_Raw data_.

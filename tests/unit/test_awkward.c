/* SPDX-License-Identifier: GPL-3.0-or-later */
/* test_awkward.c: every curve x endpoint on data that break weaker engines: flat, empty level, one
 * subject a level, no events, only events, complete separation, identical replicates, a million
 * subjects, responses of size 1e6 and 1e-6, 2 and 128 levels.
 *
 * A live analysis must end trusted (its second method, quadrature or slices, agrees), or say that
 * it does not trust itself, or refuse with a sentence; and never show a number that is not finite.
 */
#include <math.h>

#include "analysis/analysis.h"
#include "base/mem.h"
#include "small_design.h"
#include "unit.h"

static const char targets[] =
    ",\"targets\":{\"ED90\":{\"rule\":\"effective_dose\",\"fraction\":0.9},"
    "\"near\":{\"rule\":\"within_margin\",\"margin\":0.1},\"best\":{\"rule\":\"optimal\"}},"
    "\"allocation\":{\"adapt\":{\"target\":\"ED90\",\"information\":0.5}},"
    "\"decisions\":[{\"action\":\"stop_success\",\"if\":{\"measure\":\"pr_gain\",\"target\":"
    "\"ED90\",\"above\":0.99}}]";

/* rate or standardised mean at level k of K, and its number of subjects */
typedef double (*shape_fn)(size_t k, size_t K);
struct world {
    const char *name;
    double (*n)(size_t k, size_t K);
    shape_fn rate, mean;
    bool continuous, binary;
};

static double twelve(size_t k, size_t K)
{
    return (void)k, (void)K, 12.0;
}
static double one(size_t k, size_t K)
{
    return (void)k, (void)K, 1.0;
}
static double hole(size_t k, size_t K)
{
    return (void)K, k == 1 ? 0.0 : 12.0;
}
static double million(size_t k, size_t K)
{
    return (void)k, 1e6 / (double)K;
}
static double level_rate(size_t k, size_t K)
{
    return (void)k, (void)K, 0.3;
}
static double no_rate(size_t k, size_t K)
{
    return (void)k, (void)K, 0.0;
}
static double full_rate(size_t k, size_t K)
{
    return (void)k, (void)K, 1.0;
}
static double jump(size_t k, size_t K)
{
    return 2 * k < K ? 0.0 : 1.0;
}
static double rising(size_t k, size_t K)
{
    return 0.2 + 0.6 * (double)k / ((double)k + 0.2 * (double)K);
}
static double nothing(size_t k, size_t K)
{
    return (void)k, (void)K, 0.0;
}

static const struct world worlds[] = {
    {"flat", twelve, level_rate, nothing, true, true},
    {"an empty level", hole, rising, rising, true, true},
    {"one a level", one, rising, rising, true, true},
    {"no events", twelve, no_rate, NULL, false, true},
    {"only events", twelve, full_rate, NULL, false, true},
    {"separation", twelve, jump, NULL, false, true},
    {"a million", million, rising, rising, true, true},
};

static void fill(struct level_data *x, const struct world *w, bool binary, double scale)
{
    const size_t K = x->levels;
    for (size_t k = 0; k < K; k++) {
        x->n[k] = x->randomized[k] = floor(w->n(k, K));
        if (binary) {
            x->events[k] = floor(x->n[k] * w->rate(k, K) + 0.5);
        } else {
            x->mean[k] = x->n[k] > 0 ? scale * (w->mean(k, K) + 0.1 * sin(7.0 * (double)k)) : 0.0;
            x->ss[k] = x->n[k] > 1 ? (x->n[k] - 1.0) * scale * scale : 0.0;
        }
    }
}

static bool spread_is_finite(const struct spread *s)
{
    return isfinite(s->mean) && isfinite(s->sd) && isfinite(s->q025) && isfinite(s->q50) &&
           isfinite(s->q975);
}

/* sums to 1, nothing infinite, quantiles in order */
static void check_numbers(const struct analysis *a, const struct design *d, enum status status)
{
    for (size_t k = 0; k < a->levels; k++) {
        CU_ASSERT(spread_is_finite(&a->level[k].response));
        CU_ASSERT(spread_is_finite(&a->level[k].gain));
        CU_ASSERT(a->level[k].response.q025 <= a->level[k].response.q975);
    }
    for (size_t t = 0; t < a->targets; t++) {
        double sum = a->target[t].pr_none;
        for (size_t k = 0; k < a->levels; k++)
            sum += a->level[k].pr_target[t];
        CU_ASSERT_DOUBLE_EQUAL(sum, 1.0, 1e-9);
    }
    double shares = 0.0;
    for (size_t k = 0; status == STATUS_OK && k < d->levels; k++)
        shares += a->level[k].next_share;
    CU_ASSERT(status != STATUS_OK || fabs(shares - 1.0) < 1e-9);
    CU_ASSERT_EQUAL(status == STATUS_OK, a->diagnostics.trusted);
    CU_ASSERT_EQUAL(!a->diagnostics.trusted, a->recommendation == RECOMMEND_UNDETERMINED);
}

static void run(const char *curve, bool binary, size_t levels, const struct world *w, double scale,
                const char *model, bool must_be_trusted)
{
    struct text more = TEXT_INIT;
    struct err e = ERR_INIT;
    struct analyst *analyst;
    struct analysis a;
    struct level_data x;
    text_addf(&more, "%s,\"analyses\":{\"at\":[10]},\"mcmc\":{\"max_draws\":%d}", targets,
              unit_fast() ? 16000 : 64000);
    struct design *d = small_design(curve, binary, levels, model, text_s(&more));
    analyst = analyst_new(d);
    analysis_init(&a, d);
    level_data_init(&x, levels);
    fill(&x, w, binary, scale);
    const struct analysis_request r = {.number = 1,
                                       .point = 10,
                                       .adapted = true,
                                       .randomized = 100,
                                       .observed = 100,
                                       .seed = 8,
                                       .live = true,
                                       .threads = 2};
    const enum status status = analysis_run(&a, analyst, &x, &r, &e);
    CU_ASSERT_FATAL(status == STATUS_OK || status == STATUS_DISTRUSTED);
    if (must_be_trusted && status != STATUS_OK)
        fprintf(stderr, "%s%s %s %s: distrusted, kish %g, difference %g\n", curve, model,
                binary ? "binary" : "continuous", w->name, a.diagnostics.kish,
                a.diagnostics.second_difference);
    CU_ASSERT(!must_be_trusted || unit_fast() || status == STATUS_OK); /* FAST: short runs */
    check_numbers(&a, d, status);
    level_data_release(&x);
    analysis_release(&a);
    analyst_free(analyst);
    design_free(d);
    err_release(&e);
    text_release(&more);
}

static void every_world(bool binary)
{
    for (size_t i = 0; i < sizeof worlds / sizeof *worlds; i++) {
        if (!(binary ? worlds[i].binary : worlds[i].continuous))
            continue;
        for (size_t c = 0; curves[c]; c++)
            run(curves[c]->key, binary, 6, &worlds[i], 1.0, "",
                curves[c] != curve_find("logistic"));
        run("ndlm", binary, 6, &worlds[i], 1.0, ",\"spacing\":\"actual\"", true);
        /* and logistic: quadrature over a very narrow ridge may miss, and the run says so */
        run("ndlm", binary, 6, &worlds[i], 1.0, ",\"order\":2", false);
    }
}

static void continuous(void)
{
    every_world(false);
}

static void binary(void)
{
    every_world(true);
}

static void sizes(void)
{
    for (size_t c = 0; curves[c]; c++) {
        run(curves[c]->key, false, 2, &worlds[0], 1.0, "", true);
        run(curves[c]->key, true, 2, &worlds[0], 1.0, "", true);
        run(curves[c]->key, false, 128, &worlds[0], 1.0, "", false);
        run(curves[c]->key, true, 128, &worlds[0], 1.0, "", false);
    }
}

/* Priors that quarrel with the data, or hardly are priors: right or plainly distrusted. */
static void extreme_priors(void)
{
    static const char *const models[][2] = {
        {"emax", ",\"priors\":{\"Emax\":{\"student_t\":{\"df\":1,\"location\":0,\"scale\":1}}}"},
        {"emax", ",\"priors\":{\"ED50\":{\"student_t\":{\"df\":1,\"location\":5,\"scale\":10,"
                 "\"above\":0}}}"},
        {"emax", ",\"priors\":{\"E0\":{\"normal\":{\"mean\":0,\"sd\":1,\"above\":6}}}"},
        {"emax", ",\"priors\":{\"ED50\":{\"uniform\":{\"min\":400,\"max\":500}}}"},
        {"logistic", ",\"priors\":{\"ED50\":{\"normal\":{\"mean\":0,\"sd\":1,\"above\":8}}}"},
        {"ndlm", ",\"priors\":{\"drift_variance\":{\"inverse_gamma\":{\"shape\":0.001,"
                 "\"scale\":0.001}}}"},
        {"ndlm", ",\"priors\":{\"drift_sd\":{\"gamma\":{\"shape\":0.1,\"rate\":1}}}"},
        {"ndlm", ",\"order\":2,\"priors\":{\"slope\":{\"uniform\":{\"min\":2,\"max\":3}}}"},
        {"independent", ",\"priors\":{\"theta\":{\"student_t\":{\"df\":2,\"location\":0,"
                        "\"scale\":1}}}"},
    };
    for (size_t m = 0; m < sizeof models / sizeof *models; m++)
        for (int binary = 0; binary < 2; binary++)
            run(models[m][0], binary, 6, &worlds[1], 1.0, models[m][1], false);
}

/* priors of the responses' size, but the design's range of 16 says nothing of 1e6: give them */
static void scales(void)
{
    static const char *const models[][2] = {
        {"emax", ",\"priors\":{\"E0\":{\"normal\":{\"mean\":0,\"sd\":%g}},\"Emax\":{\"normal\":{"
                 "\"mean\":0,\"sd\":%g}},\"sd\":{\"half_normal\":{\"sd\":%g}}}"},
        {"sigmoid_emax",
         ",\"priors\":{\"E0\":{\"normal\":{\"mean\":0,\"sd\":%g}},\"Emax\":{\"normal\":{\"mean\":0,"
         "\"sd\":%g}},\"sd\":{\"half_normal\":{\"sd\":%g}}}"},
        {"ndlm", ",\"priors\":{\"theta\":{\"normal\":{\"mean\":0,\"sd\":%g}},\"drift_sd\":{\"half_"
                 "normal\":{\"sd\":%g}},\"sd\":{\"half_normal\":{\"sd\":%g}}}"},
    };
    static const double size[] = {1e6, 1e-6};
    for (size_t m = 0; m < 3; m++)
        for (size_t s = 0; s < 2; s++) {
            char model[400];
            const double A = 4.0 * size[s];
#pragma GCC diagnostic push
#pragma GCC diagnostic ignored "-Wformat-nonliteral"
            snprintf(model, sizeof model, models[m][1], A, A, A);
#pragma GCC diagnostic pop
            run(models[m][0], false, 6, &worlds[1], size[s], model, true);
        }
}

static void identical(void)
{
    struct err e = ERR_INIT;
    struct level_data x;
    for (int lower_bound = 0; lower_bound < 2; lower_bound++) {
        struct design *d = small_design(
            "emax", false, 4,
            lower_bound ? ",\"priors\":{\"sd\":{\"lognormal\":{\"meanlog\":0,\"sdlog\":1}}}" : "",
            "");
        struct plan *plan;
        plan = plan_new(d, &d->model);
        struct posterior *p = posterior_new(plan);
        level_data_init(&x, 4);
        for (size_t k = 0; k < 4; k++) {
            x.n[k] = 3;
            x.mean[k] = 1.5;
        }
        const enum status status = posterior_start(p, &x, (struct rng_key){.seed = 1}, &e);
        CU_ASSERT_EQUAL(status, lower_bound ? STATUS_OK : STATUS_INPUT);
        if (!lower_bound)
            CU_ASSERT_PTR_NOT_NULL(
                strstr(e.faults[0].message, "give sd a prior that vanishes at 0"));
        level_data_release(&x);
        posterior_free(p);
        plan_free(plan);
        design_free(d);
    }
    err_release(&e);
}

static const struct unit_test tests[] = {
    {"continuous endpoints", continuous},
    {"binary endpoints", binary},
    {"2 and 128 levels", sizes},
    {"responses of size 1e6 and 1e-6", scales},
    {"identical replicates", identical},
    {"extreme priors", extreme_priors},
    UNIT_END,
};

int main(void)
{
    return unit_main("awkward", tests);
}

_Work task_. Begin at the top of the records above and quote each line exactly, ending with the line that contains "static const char targets[]".

_Answer box_.
filename tests/unit/test_awkward.c
/* SPDX-License-Identifier: GPL-3.0-or-later */
/* test_awkward.c: every curve x endpoint on data that break weaker engines: flat, empty level, one
 * subject a level, no events, only events, complete separation, identical replicates, a million
 * subjects, responses of size 1e6 and 1e-6, 2 and 128 levels.
 *
 * A live analysis must end trusted (its second method, quadrature or slices, agrees), or say that
 * it does not trust itself, or refuse with a sentence; and never show a number that is not finite.
 */
#include <math.h>

#include "analysis/analysis.h"
#include "base/mem.h"
#include "small_design.h"
#include "unit.h"

static const char targets[] =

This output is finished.